Das Klimpern der Region: Southern Rock

Wie selbstverständlich entsteht aus dem musikalischen Schatz der US-Südstaaten eine eigenwillige Definition von Rock: Ihren Anfang nimmt sie bereits mit Country-Rock-Alben von Gruppen wie der International Submarine Band. Zum Etikett des "Southern Rock" kommt es Anfang der Siebziger Jahre, als die jam-wütige Allman Brothers Band ebenso Furore macht wie die straighten Lynyrd Skynyrd.

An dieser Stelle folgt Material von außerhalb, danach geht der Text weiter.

def _hover(fig) -> HoverTool:
    return next(t for t in fig.tools if isinstance(t, HoverTool))


def _hover_specs(variables, units: str = display.DEFAULT) -> dict:
    shown = variables_in(units)
    return {v: [shown[v].label, shown[v].unit, shown[v].digits] for v in variables}


def _points_source(data: dict[str, np.ndarray], name: str = "points"):
    from bokeh.models import ColumnDataSource

    return ColumnDataSource(data, name=name)


def _proposal_points(base: dict[str, np.ndarray], prop: dict[str, np.ndarray]) -> dict:
    """The proposal's per-point arrays without those equal to the base's (the page's script
    takes a missing array from the base: see tapCompare in review-maps.js)."""
    return {k: v for k, v in prop.items()
            if not (k in base and base[k].dtype == v.dtype and np.array_equal(base[k], v))}


def build_review(sc: Scenario, ds: xr.Dataset, pinned: list[dict] | None = None,
                 compare: tuple[Scenario, xr.Dataset] | None = None,
                 facts: dict | None = None, units: str | None = None) -> str:
    """The review page as HTML text (see the module docstring).

    Parameters
    ----------
    sc, ds : Scenario, xarray.Dataset
        The scenario (the base case when comparing) and its sweep.
    pinned : list of dict, optional
        Pinned points (PointResult.to_dict()).
    compare : (Scenario, xarray.Dataset), optional
        A proposal and its sweep over the same window (thermo.compare.on_base_window): the
        page then maps base, proposal and their change side by side, and a click shows both
        balances with the changes.
    facts : dict, optional
        :func:`explorer.sheet.window_facts` of `sc` and `ds` (best point, margins), if the
        caller has them; computed here otherwise.
    units : {"metric", "us"}, optional
        Display unit system (explorer.display) of the file; the scenario's
        ``display_units`` (metric without one) if None. The file carries it.
    """
    units = display.check_system(units or getattr(sc, "display_units", display.DEFAULT))
    pinned = list(pinned or [])
    R = page_data(sc, ds, units)
    facts = window_facts(sc, ds, units=units) if facts is None else facts
    fixed0 = _fixed0(sc, ds)
    mode0 = "pressure"
    key0 = key_text({d: j for d, j in fixed0.items() if d != mode0})
    x = display.to_display(ds.temperature.values, "temperature", units)
    y = display.to_display(ds[mode0].values, "pressure", units)
    ranges = (float(x.min()), float(x.max())), (float(y.min()), float(y.max()))
    R["ranges"] = {
        "pressure": [float(display.to_display(float(ds.pressure.min()), "pressure", units)),
                     float(display.to_display(float(ds.pressure.max()), "pressure", units))],
        "steam_to_carbon": [float(ds.steam_to_carbon.min()), float(ds.steam_to_carbon.max())],
    }
    R["axis_labels"] = {m: axis_label(m, units) for m in MODES}
    if compare is None:
        figs, srcs, mappers, selects = _maps(sc, ds, R, facts, ranges, mode0, key0, units)
        update_call, tap_call = "updateMaps();", "tapMap();"
    else:
        figs, srcs, mappers, selects = _comparison_maps(sc, ds, *compare, R, ranges, mode0,
                                                        key0, units)
        update_call, tap_call = "updateCompare();", "tapCompare();"
    mode = RadioButtonGroup(labels=[MODES[m] for m in MODES], active=0)
    sliders = _sliders(ds, fixed0, mode0, units)
    heading = Div(text="<p>Click a map to show the balance of the nearest grid point.</p>",
                  name="balance-heading", width=1150)
    balance = Div(text="", width=1150, stylesheets=[SHEET_CSS], name="balance-div")
    base_points = point_arrays(ds, sc)
    legends = [_legend(f) for f in figs]
    args = dict(pts=_points_source(base_points), figs=figs, mappers=mappers, selects=selects,
                mode=mode, legends=legends, sliders=sliders, hovers=[_hover(f) for f in figs],
                srcs=srcs)
    if compare is not None:
        args["pts2"] = _points_source(
            _proposal_points(base_points, point_arrays(compare[1], compare[0])), "points-2")
    update = CustomJS(args=args, code=REVIEW_JS + "\n" + update_call)
    for s in selects:
        s.js_on_change("value", update)
    mode.js_on_change("active", update)
    for s in sliders.values():
        s.js_on_change("value", update)
    # One click handler for every map (the click's own coordinates find the node).
    tap = CustomJS(args=dict(args, heading=heading, balance=balance),
                   code=REVIEW_JS + "\n" + tap_call)
    for f in figs:
        f.js_on_event("tap", tap)
    controls = column(mode, row(*selects, *sliders.values()))
    if compare is None:
        maps = column(controls, row(*figs), name="maps")
    else:
        maps = column(controls, row(*figs[:2]), row(figs[2]), name="maps")
    bal = column(heading, balance, name="balance")
    now = datetime.now(UTC).strftime("%Y-%m-%d %H:%M UTC")
    review = review_context(sc, ds, pinned, facts, units)
    title, comparison = sc.title, None
    if compare is not None:
        comparison = comparison_context(sc, ds, *compare, units=units)
        title = f"{sc.title} compared with {compare[0].title}"
    script, divs = components({"maps": maps, "balance": bal})
    # Only the library code this page's models need, inline (as the library's own file
    # writer would choose it).
    bundle = bundle_for_objs_and_resources([maps, bal], INLINE)
    R["common"] = pack_repeats(R["common"])
    if "cmp" in R:
        R["cmp"]["common"] = pack_repeats(R["cmp"]["common"])
    page = render(
        "review.html.jinja",
        # Text (autoescaped): the scenario's own words.
        title=title, description=paragraphs(sc.description), caution=CAUTION, created=now,
        version=thermo.__version__,
        # Markup of our own or of the plotting library (its resources and document).
        csp=_CSP_PLACEHOLDER, sheet_css=Markup(SHEET_CSS),
        bokeh_css=Markup(CSS_RESOURCES.render(css_files=[], css_raw=bundle.css_raw)),
        bokeh_js=Markup(bundle.scripts()), plot_script=Markup(script),
        maps=Markup(divs["maps"]), balance=Markup(divs["balance"]),
        data_json=Markup(script_json(R)), comparison=comparison, review=review,
        summary=summary_html(sc, ds, facts, units),
        units_note=display.system_note(units),
    )
    return with_content_security_policy(page)


#: Stands in for the policy while the page is rendered; the policy needs the page's scripts.
_CSP_PLACEHOLDER = "rw-content-security-policy"

_SCRIPT = re.compile(r"<script(?P<attrs>[^>]*)>(?P<body>.*?)</script\s*>",
                     flags=re.DOTALL | re.IGNORECASE)
_TYPE = re.compile(r"""\btype\s*=\s*["']?([^"'\s>]+)""", flags=re.IGNORECASE)
_JS_TYPES = ("", "text/javascript", "application/javascript", "module")


def script_json(data) -> str:
    """JSON for a ``<script type="application/json">`` block: strict, and with ``<``, ``>``
    and ``&`` written as escapes, so no text inside can end the block or open a comment."""
    text = json.dumps(data, separators=(",", ":"), allow_nan=False)
    return text.replace("<", "\\u003c").replace(">", "\\u003e").replace("&", "\\u0026")


def content_security_policy(page: str) -> str:
    """The policy of a review page: only its own inline scripts run (by SHA-256 hash).

    Everything else is refused: no network of any kind, no plug-ins, no forms, no other
    script, and no event-handler attributes (``onerror=``, ``onload=``) since
    ``'unsafe-inline'`` is not granted for scripts. Styles may be inline (the plotting
    library sets them on its elements), images only from ``data:`` and ``blob:``.
    ``'unsafe-eval'`` is granted because the plotting library compiles the page's own
    callbacks (slider and click handlers, tick formatters) with ``new Function``; it lets
    only scripts that already run evaluate code, so injected markup still cannot run.
    """
    hashes = []
    for m in _SCRIPT.finditer(page):
        kind = _TYPE.search(m.group("attrs"))
        if (kind.group(1).lower() if kind else "") in _JS_TYPES:
            digest = hashlib.sha256(m.group("body").encode("utf-8")).digest()
            hashes.append("'sha256-" + base64.b64encode(digest).decode("ascii") + "'")
    return ("default-src 'none'; script-src " + " ".join(dict.fromkeys(hashes))
            + " 'unsafe-eval'; style-src 'unsafe-inline'; img-src data: blob:; "
            "font-src data:; connect-src 'none'; object-src 'none'; base-uri 'none'; "
            "form-action 'none'; frame-src 'none'; worker-src 'none'")


def with_content_security_policy(page: str) -> str:
    """The page with its policy filled into the ``<meta>`` the template placed first in
    ``<head>`` (before any user text, so the first occurrence is the placeholder)."""
    return page.replace(_CSP_PLACEHOLDER, content_security_policy(page), 1)


class _LinkFinder(HTMLParser):
    """Collects src/href attributes of tags (script and style contents are raw text)."""

    def __init__(self):
        super().__init__()
        self.links: list[str] = []

    def handle_starttag(self, tag, attrs):
        for name, value in attrs:
            if name in ("src", "href") and value:
                self.links.append(value)


def check_offline(text: str) -> None:
    """Raise if the page would load anything from a network (a tag's src or href).

    The library's own script holds a CDN address as a string for an optional math renderer
    that this page never asks for; only real tag attributes count.
    """
    finder = _LinkFinder()
    finder.feed(text)
    bad = [u for u in finder.links if re.match(r"\s*(?:https?:)?//", u, flags=re.IGNORECASE)]
    if bad:
        raise RuntimeError(f"review file would request {len(bad)} network resources, e.g. "
                           f"{bad[0][:120]!r}")


def write_review(sc: Scenario, path: str | os.PathLike, ds: xr.Dataset | None = None,
                 pinned: list[dict] | None = None, proposal: Scenario | None = None,
                 proposal_ds: xr.Dataset | None = None, facts: dict | None = None,
                 units: str | None = None) -> Path:
    """Write the review file atomically (temporary name, then rename).

    Parameters
    ----------
    sc : Scenario
        The scenario (its notes go into the sheet).
    path : path-like
        Target ``.html`` file.
    ds : xarray.Dataset, optional
        Its sweep; computed if None.
    pinned : list of dict, optional
        Pinned points (PointResult.to_dict()) to list with their balances.
    proposal : Scenario, optional
        A proposal to compare with `sc` (the base); it is solved over the base's window.
    proposal_ds : xarray.Dataset, optional
        Its sweep over the base's window; computed if None.
    facts : dict, optional
        :func:`explorer.sheet.window_facts` of `sc` and `ds`; computed if None.
    units : {"metric", "us"}, optional
        Display unit system of the file (the scenario's ``display_units`` if None).
    """
    path = Path(path)
    if not path.parent.is_dir():
        raise InputError("-o", str(path), "a file in an existing folder")
    if ds is None:
        ds = thermo.sweep(sc)
    compare = None
    if proposal is not None:
        from thermo.compare import on_base_window

        proposal = on_base_window(sc, proposal)
        if proposal_ds is None:
            proposal_ds = thermo.sweep(proposal)
        compare = (proposal, proposal_ds)
    text = build_review(sc, ds, pinned, compare, facts, units)
    check_offline(text)
    with atomic_target(path, "-o") as tmp:
        tmp.write_text(text, encoding="utf-8")
    return path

Zwischen Southern und Country Rock mögen Unterschiede bestehen, die Vorläufer beider Musikstile allerdings sind dieselben. Und auch die geografische Region, auf die sich die Musiken jeweils beziehen. Mitte der Sechziger Jahre hat sich der Süden und insbesondere der Bundesstaat Tennessee zu einer bedeutenden Region populärer Musik der USA - und somit der westlichen Welt - entwickelt. Mit Memphis, Tennessee verfügt der Appalachen-Staat über die Hauptstadt des Rock'n'Roll. Gleichsam sitzt dort mit Stax Records das neben den Detroiter Musikfirmen Tamla und Motown wichtigste Label des Soul.

Mit Nashville hat sich die Hauptstadt Tennessees zu dieser Zeit längst als Zentrum der Country Music etabliert. Chet Atkins hat als Gitarrist, Produzent und Chef von RCA Records jenen Modernisierungsschub des Country vollzogen, der mit seinem transparenten, popnahen Klang sich längst als Nashville Sound durchsetzen konnte. Zum Country Rock kommt es, als frühere Rock'n'Roller, aber auch Psychedelic Rocker sich der Anziehungskraft dieses modernen Country-Entwurfes nicht länger verweigern möchten.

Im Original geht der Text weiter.